**Requirement**
Find every line with the string "start" in the material below and copy it.

***

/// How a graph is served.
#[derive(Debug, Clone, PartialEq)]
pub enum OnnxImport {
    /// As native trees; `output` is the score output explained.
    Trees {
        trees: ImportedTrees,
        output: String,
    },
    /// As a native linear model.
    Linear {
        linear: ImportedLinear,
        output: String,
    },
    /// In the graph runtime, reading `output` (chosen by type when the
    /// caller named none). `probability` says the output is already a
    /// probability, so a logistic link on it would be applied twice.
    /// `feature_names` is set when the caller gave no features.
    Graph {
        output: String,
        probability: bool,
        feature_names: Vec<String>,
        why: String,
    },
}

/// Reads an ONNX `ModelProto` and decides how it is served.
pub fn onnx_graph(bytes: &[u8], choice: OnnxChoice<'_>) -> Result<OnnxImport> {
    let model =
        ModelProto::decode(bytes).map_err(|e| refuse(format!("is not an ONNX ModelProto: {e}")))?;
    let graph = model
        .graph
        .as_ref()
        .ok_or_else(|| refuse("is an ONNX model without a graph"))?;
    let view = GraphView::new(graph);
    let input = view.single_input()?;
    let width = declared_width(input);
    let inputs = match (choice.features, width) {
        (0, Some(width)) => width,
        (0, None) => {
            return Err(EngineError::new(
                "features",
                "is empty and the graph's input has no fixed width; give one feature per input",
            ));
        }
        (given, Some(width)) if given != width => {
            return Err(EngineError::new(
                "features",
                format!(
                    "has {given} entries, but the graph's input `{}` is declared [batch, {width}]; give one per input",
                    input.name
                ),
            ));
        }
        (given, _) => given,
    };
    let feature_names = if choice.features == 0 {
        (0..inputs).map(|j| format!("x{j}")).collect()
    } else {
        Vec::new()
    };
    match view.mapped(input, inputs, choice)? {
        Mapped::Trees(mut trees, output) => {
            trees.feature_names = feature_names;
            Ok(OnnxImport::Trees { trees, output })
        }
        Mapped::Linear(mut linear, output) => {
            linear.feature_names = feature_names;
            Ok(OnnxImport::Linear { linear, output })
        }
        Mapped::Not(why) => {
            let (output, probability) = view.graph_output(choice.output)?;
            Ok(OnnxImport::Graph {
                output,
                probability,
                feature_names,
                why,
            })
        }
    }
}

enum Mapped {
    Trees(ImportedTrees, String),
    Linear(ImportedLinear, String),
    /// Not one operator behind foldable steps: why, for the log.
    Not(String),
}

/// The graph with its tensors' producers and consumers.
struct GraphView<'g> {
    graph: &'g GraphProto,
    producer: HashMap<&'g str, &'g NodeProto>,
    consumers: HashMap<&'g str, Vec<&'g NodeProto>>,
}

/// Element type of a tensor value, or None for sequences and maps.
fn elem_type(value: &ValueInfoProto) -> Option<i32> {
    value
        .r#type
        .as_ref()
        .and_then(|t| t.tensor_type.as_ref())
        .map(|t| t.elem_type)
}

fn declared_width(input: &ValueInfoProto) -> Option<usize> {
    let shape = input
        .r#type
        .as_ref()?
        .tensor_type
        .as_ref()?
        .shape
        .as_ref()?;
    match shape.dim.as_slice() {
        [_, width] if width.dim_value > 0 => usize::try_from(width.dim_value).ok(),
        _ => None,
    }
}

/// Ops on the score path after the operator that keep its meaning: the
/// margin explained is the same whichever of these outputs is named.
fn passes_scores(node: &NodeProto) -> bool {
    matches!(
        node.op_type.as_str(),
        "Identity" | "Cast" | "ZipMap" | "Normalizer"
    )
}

***

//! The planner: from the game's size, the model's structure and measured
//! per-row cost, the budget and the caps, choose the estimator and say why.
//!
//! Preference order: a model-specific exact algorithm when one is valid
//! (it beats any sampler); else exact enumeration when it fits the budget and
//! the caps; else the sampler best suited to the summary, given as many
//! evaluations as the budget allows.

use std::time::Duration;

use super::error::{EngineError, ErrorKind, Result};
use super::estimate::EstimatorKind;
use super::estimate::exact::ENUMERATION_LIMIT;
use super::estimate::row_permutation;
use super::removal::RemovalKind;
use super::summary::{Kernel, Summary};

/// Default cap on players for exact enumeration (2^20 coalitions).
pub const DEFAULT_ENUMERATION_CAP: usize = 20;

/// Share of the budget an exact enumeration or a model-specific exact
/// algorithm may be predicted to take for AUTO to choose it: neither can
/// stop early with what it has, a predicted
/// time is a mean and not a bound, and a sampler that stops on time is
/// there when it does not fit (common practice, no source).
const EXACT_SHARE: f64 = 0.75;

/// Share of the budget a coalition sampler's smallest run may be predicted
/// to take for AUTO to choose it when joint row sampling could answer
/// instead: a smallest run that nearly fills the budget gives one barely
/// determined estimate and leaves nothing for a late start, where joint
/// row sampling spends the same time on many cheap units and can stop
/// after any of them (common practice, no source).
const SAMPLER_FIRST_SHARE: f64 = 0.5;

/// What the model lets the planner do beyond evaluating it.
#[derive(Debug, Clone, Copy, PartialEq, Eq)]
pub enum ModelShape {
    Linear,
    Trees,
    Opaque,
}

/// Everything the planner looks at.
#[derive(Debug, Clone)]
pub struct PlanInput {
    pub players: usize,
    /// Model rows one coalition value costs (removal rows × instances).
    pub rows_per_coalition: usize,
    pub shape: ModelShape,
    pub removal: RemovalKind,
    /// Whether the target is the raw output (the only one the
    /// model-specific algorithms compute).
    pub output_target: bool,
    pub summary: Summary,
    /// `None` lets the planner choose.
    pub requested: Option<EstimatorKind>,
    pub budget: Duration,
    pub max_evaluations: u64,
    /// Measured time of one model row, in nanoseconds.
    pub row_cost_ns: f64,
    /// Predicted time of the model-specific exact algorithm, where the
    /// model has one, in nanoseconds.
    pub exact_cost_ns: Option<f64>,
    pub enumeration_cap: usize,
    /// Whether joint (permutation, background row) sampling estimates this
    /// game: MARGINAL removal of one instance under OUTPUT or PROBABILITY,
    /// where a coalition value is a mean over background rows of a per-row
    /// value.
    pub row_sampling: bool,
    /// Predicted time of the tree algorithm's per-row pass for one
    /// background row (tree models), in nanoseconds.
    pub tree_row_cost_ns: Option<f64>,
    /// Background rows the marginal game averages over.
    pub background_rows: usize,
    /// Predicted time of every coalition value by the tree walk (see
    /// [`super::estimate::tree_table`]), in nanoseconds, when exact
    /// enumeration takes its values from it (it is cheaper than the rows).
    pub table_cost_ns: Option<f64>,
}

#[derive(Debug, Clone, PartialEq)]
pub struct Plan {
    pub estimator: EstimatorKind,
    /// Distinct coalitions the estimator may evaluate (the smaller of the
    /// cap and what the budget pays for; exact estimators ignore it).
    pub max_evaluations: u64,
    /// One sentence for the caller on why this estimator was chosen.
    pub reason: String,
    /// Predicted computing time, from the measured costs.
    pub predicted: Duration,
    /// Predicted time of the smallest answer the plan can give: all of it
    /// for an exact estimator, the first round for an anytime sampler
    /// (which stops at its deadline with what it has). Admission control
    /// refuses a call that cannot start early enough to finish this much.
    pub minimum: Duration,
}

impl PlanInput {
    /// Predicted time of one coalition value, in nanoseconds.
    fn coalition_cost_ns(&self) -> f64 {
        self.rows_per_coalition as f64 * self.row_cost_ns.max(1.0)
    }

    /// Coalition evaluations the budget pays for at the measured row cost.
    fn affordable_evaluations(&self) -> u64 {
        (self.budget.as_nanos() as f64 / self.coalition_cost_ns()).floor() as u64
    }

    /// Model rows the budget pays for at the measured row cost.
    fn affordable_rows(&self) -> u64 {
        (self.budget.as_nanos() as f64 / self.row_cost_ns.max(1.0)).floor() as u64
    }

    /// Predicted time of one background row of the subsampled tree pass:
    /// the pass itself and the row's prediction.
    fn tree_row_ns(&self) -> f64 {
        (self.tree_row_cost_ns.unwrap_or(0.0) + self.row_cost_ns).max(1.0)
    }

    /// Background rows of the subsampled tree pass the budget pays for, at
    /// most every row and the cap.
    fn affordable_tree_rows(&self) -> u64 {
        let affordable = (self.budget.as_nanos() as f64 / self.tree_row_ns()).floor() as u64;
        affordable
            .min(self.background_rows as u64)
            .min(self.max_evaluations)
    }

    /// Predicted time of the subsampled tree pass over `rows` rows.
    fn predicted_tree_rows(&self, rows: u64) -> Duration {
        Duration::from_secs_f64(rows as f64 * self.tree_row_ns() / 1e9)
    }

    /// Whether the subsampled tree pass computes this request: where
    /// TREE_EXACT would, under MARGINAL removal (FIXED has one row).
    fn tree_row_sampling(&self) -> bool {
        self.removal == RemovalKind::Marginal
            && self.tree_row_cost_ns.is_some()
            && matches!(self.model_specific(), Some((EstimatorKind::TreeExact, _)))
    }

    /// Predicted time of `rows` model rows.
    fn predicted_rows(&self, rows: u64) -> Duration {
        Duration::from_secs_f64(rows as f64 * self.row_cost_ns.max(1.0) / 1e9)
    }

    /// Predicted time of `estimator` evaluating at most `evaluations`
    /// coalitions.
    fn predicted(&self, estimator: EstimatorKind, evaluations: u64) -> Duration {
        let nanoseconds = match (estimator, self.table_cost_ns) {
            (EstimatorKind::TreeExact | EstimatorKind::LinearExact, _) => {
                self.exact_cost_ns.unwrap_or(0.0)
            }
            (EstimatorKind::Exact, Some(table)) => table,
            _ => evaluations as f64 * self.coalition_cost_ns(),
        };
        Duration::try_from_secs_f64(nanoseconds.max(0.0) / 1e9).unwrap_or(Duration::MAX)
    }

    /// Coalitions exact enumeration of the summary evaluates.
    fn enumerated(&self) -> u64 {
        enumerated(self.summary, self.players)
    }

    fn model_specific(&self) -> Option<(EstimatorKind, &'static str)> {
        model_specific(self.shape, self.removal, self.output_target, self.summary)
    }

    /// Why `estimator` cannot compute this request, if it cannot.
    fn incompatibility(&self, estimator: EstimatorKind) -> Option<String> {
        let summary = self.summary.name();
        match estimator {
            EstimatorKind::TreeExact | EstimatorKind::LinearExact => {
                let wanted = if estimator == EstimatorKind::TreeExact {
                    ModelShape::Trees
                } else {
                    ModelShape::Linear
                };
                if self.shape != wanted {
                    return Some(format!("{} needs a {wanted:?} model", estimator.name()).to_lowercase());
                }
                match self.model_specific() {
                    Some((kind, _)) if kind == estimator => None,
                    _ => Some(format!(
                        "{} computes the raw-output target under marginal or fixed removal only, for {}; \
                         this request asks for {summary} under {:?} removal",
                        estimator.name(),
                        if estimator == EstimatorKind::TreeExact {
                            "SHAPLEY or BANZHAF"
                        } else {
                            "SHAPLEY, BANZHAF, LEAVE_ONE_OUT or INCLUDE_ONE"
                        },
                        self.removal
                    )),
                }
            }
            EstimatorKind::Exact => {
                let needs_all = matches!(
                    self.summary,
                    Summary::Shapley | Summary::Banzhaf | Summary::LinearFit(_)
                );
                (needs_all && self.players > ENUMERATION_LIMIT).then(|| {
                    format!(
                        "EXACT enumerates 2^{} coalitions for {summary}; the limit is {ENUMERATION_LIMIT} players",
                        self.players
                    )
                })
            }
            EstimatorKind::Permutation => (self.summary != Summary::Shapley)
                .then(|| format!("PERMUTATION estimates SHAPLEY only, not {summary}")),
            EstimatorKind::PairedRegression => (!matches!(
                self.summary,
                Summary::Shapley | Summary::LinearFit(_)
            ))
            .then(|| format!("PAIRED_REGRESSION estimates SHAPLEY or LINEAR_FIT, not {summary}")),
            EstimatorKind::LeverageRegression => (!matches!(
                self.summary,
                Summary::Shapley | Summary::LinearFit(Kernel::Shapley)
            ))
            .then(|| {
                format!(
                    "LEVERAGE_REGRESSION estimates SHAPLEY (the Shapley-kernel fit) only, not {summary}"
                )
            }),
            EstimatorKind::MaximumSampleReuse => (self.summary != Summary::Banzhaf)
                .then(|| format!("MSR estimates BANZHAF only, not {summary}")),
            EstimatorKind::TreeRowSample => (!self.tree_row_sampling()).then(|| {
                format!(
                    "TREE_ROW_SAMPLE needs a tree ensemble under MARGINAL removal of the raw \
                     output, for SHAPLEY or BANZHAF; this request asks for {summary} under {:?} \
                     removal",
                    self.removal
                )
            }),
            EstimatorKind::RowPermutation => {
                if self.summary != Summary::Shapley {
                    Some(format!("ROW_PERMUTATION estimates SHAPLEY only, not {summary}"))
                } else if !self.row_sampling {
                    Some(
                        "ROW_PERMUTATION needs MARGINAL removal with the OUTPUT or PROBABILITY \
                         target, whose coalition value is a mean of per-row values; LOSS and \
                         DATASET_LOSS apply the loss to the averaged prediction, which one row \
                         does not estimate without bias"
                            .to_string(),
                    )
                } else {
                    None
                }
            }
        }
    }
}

***

**Solution to this exercise**
/// determined estimate and leaves nothing for a late start, where joint
    /// refuses a call that cannot start early enough to finish this much.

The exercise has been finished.